BEGIN Source material
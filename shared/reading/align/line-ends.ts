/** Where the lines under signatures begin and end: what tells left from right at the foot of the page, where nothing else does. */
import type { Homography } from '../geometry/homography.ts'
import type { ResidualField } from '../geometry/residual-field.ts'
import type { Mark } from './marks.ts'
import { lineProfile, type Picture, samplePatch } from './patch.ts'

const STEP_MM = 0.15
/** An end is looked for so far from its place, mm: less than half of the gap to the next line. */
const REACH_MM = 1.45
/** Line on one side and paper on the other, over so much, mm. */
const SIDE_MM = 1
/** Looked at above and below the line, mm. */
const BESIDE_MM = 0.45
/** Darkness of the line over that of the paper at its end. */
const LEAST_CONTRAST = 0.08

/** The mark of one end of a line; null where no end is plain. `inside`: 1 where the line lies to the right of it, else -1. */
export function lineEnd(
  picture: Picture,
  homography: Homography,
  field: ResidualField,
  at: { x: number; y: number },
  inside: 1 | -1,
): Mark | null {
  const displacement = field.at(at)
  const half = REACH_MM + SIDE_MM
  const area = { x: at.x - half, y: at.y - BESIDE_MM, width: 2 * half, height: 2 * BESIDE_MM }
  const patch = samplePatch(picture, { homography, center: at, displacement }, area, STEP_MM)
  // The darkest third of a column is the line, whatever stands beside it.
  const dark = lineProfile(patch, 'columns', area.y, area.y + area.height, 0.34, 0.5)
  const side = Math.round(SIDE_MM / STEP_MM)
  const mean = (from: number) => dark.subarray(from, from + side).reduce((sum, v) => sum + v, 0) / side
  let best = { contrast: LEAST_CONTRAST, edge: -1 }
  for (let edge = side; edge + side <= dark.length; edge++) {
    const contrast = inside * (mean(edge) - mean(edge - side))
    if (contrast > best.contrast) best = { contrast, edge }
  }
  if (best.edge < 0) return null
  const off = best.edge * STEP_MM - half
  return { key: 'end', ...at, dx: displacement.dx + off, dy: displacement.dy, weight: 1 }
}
END Source material
Your assignment: The answer consists of the whole listing, restated exactly.

Task response:
filename shared/reading/align/line-ends.ts
/** Where the lines under signatures begin and end: what tells left from right at the foot of the page, where nothing else does. */
import type { Homography } from '../geometry/homography.ts'
import type { ResidualField } from '../geometry/residual-field.ts'
import type { Mark } from './marks.ts'
import { lineProfile, type Picture, samplePatch } from './patch.ts'

const STEP_MM = 0.15
/** An end is looked for so far from its place, mm: less than half of the gap to the next line. */
const REACH_MM = 1.45
/** Line on one side and paper on the other, over so much, mm. */
const SIDE_MM = 1
/** Looked at above and below the line, mm. */
const BESIDE_MM = 0.45
/** Darkness of the line over that of the paper at its end. */
const LEAST_CONTRAST = 0.08

/** The mark of one end of a line; null where no end is plain. `inside`: 1 where the line lies to the right of it, else -1. */
export function lineEnd(
  picture: Picture,
  homography: Homography,
  field: ResidualField,
  at: { x: number; y: number },
  inside: 1 | -1,
): Mark | null {
  const displacement = field.at(at)
  const half = REACH_MM + SIDE_MM
  const area = { x: at.x - half, y: at.y - BESIDE_MM, width: 2 * half, height: 2 * BESIDE_MM }
  const patch = samplePatch(picture, { homography, center: at, displacement }, area, STEP_MM)
  // The darkest third of a column is the line, whatever stands beside it.
  const dark = lineProfile(patch, 'columns', area.y, area.y + area.height, 0.34, 0.5)
  const side = Math.round(SIDE_MM / STEP_MM)
  const mean = (from: number) => dark.subarray(from, from + side).reduce((sum, v) => sum + v, 0) / side
  let best = { contrast: LEAST_CONTRAST, edge: -1 }
  for (let edge = side; edge + side <= dark.length; edge++) {
    const contrast = inside * (mean(edge) - mean(edge - side))
    if (contrast > best.contrast) best = { contrast, edge }
  }
  if (best.edge < 0) return null
  const off = best.edge * STEP_MM - half
  return { key: 'end', ...at, dx: displacement.dx + off, dy: displacement.dy, weight: 1 }
}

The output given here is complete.